-------- Provided records --------

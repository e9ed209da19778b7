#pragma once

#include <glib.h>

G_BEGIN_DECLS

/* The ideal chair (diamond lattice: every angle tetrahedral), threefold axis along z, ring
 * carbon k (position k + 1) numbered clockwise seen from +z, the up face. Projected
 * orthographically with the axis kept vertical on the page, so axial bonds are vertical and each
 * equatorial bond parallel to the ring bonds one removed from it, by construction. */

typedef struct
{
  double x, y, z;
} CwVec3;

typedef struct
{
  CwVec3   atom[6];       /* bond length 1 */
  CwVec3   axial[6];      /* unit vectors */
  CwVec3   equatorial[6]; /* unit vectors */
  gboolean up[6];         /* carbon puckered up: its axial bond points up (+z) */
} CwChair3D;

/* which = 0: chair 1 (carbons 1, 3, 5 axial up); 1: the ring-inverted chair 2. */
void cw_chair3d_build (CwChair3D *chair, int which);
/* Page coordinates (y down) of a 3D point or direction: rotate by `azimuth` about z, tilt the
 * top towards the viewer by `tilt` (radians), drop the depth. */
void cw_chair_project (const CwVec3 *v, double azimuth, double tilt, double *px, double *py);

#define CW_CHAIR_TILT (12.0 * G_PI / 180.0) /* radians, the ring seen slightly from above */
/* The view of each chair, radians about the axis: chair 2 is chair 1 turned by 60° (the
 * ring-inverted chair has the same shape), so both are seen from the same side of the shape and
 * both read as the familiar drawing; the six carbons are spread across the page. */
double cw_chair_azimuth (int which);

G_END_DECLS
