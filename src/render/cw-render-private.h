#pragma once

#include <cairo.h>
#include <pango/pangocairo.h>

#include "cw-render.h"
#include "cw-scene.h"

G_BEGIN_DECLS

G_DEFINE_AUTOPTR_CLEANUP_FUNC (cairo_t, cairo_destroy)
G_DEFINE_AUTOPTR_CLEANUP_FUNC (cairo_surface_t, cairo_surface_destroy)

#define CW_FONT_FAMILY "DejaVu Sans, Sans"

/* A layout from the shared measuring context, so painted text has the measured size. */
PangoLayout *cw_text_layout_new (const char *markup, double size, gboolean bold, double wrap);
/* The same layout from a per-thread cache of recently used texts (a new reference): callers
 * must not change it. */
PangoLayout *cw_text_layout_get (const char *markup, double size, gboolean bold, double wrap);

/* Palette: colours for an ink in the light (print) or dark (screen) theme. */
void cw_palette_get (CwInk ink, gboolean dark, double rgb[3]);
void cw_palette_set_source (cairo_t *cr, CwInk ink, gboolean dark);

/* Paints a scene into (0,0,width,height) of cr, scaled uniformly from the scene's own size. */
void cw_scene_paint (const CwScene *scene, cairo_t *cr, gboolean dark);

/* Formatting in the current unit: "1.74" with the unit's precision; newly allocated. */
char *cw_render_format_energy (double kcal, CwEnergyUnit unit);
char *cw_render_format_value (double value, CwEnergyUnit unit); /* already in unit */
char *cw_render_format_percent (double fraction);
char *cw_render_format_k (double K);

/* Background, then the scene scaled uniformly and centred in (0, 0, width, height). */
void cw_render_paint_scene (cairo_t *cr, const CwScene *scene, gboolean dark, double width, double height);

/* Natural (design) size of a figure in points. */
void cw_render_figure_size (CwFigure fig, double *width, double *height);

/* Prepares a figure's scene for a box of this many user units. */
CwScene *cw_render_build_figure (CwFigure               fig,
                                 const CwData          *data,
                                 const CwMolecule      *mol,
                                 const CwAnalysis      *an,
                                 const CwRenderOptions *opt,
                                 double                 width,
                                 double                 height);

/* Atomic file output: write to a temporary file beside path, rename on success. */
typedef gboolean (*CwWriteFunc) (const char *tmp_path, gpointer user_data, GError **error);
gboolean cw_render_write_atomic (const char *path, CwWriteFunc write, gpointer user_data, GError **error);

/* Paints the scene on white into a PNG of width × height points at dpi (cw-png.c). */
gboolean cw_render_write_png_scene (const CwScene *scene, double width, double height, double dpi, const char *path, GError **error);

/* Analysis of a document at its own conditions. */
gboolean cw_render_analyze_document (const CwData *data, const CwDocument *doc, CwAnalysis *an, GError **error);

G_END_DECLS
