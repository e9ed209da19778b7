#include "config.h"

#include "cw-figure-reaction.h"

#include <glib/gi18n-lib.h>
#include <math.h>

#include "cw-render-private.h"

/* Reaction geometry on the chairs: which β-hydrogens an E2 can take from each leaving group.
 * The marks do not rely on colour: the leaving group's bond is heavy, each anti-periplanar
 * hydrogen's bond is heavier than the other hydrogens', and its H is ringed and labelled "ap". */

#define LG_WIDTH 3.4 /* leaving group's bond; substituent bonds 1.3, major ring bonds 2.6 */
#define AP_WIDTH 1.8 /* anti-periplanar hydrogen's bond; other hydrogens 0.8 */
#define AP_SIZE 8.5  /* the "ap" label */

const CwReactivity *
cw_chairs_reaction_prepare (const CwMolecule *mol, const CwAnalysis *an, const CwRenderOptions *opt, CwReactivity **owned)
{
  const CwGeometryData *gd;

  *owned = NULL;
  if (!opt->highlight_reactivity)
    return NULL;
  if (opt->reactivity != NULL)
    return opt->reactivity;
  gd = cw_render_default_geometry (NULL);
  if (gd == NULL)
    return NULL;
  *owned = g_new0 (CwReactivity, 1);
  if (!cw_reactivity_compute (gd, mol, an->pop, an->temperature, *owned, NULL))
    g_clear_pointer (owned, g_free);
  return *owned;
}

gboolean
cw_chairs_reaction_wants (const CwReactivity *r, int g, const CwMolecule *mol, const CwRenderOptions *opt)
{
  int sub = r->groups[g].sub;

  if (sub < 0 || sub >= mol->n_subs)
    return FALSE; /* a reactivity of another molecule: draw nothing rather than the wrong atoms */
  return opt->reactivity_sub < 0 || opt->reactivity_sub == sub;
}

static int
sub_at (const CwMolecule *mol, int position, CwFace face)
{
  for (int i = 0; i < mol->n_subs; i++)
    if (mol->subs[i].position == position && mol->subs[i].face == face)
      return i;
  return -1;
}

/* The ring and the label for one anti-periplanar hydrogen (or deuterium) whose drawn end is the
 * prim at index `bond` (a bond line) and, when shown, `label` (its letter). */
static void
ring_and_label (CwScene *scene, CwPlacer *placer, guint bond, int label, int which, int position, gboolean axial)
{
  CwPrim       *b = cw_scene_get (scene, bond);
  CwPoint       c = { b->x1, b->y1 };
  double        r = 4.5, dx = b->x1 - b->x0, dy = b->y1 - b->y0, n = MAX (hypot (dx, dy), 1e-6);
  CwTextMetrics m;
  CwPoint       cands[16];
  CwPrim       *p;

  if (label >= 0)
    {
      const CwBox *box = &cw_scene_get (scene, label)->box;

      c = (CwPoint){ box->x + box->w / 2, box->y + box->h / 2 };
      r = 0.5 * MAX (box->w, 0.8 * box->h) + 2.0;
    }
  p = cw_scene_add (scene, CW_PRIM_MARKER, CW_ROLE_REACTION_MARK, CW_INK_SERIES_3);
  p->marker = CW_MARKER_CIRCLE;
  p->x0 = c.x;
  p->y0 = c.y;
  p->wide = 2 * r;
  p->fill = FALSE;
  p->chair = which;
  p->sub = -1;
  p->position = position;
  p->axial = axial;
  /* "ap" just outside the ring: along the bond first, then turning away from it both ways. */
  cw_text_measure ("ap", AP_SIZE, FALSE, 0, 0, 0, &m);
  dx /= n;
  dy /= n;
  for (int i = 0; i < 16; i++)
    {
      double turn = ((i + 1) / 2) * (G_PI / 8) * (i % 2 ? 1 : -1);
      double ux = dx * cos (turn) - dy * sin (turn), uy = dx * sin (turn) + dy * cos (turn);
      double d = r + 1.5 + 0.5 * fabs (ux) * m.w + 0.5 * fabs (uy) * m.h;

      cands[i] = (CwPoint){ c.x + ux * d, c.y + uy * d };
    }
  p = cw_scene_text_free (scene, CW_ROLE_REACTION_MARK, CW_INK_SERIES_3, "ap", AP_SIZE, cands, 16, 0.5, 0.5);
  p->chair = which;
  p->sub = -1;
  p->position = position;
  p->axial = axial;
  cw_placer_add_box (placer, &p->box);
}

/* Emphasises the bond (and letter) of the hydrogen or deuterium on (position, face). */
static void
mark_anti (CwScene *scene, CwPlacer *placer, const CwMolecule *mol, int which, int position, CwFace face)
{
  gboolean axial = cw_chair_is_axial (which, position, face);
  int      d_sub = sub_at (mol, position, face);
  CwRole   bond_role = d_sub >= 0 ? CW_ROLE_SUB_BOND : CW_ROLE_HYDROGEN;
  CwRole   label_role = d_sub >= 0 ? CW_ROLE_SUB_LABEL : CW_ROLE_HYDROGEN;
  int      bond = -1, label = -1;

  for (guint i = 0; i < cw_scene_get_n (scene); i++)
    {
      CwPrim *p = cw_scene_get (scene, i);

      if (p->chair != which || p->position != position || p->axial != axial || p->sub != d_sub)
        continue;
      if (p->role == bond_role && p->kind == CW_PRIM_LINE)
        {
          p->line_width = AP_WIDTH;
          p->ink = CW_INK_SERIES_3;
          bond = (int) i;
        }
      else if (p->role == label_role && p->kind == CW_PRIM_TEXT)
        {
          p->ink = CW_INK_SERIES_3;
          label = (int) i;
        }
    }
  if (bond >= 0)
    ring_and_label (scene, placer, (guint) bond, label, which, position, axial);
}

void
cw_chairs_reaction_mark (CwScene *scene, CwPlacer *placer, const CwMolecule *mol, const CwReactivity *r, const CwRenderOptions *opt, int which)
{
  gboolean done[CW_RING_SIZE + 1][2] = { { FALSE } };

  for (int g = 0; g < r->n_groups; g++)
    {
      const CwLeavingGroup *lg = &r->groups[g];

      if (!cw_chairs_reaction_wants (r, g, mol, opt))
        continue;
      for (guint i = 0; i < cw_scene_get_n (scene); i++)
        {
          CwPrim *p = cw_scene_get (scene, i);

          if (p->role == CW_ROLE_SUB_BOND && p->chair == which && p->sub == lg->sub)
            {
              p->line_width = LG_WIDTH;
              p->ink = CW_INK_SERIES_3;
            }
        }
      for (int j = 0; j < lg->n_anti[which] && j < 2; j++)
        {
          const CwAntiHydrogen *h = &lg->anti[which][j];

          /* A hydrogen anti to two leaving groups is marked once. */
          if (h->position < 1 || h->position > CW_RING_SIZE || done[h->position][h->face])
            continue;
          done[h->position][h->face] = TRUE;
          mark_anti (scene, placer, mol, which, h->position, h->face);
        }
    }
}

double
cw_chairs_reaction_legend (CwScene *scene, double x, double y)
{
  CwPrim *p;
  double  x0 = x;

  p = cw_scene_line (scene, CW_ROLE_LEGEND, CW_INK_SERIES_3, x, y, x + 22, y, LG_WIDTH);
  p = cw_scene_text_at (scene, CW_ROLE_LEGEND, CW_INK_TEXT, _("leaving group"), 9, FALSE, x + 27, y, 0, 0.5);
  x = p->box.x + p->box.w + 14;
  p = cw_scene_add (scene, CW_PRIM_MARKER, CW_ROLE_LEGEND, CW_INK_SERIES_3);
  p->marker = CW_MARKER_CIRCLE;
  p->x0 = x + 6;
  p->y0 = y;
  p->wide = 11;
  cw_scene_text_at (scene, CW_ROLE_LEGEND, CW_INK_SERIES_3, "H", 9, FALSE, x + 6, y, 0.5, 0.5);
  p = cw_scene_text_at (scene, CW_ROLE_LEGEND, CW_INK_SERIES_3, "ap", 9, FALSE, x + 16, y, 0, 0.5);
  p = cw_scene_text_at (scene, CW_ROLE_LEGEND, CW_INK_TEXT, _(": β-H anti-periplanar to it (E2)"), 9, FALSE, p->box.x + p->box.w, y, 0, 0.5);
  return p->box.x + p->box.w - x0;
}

--------

**What needs to be done**
Given the listing, work out the number of lines in which the word "bonds" is found, and supply only that number.

**Solved problem**
3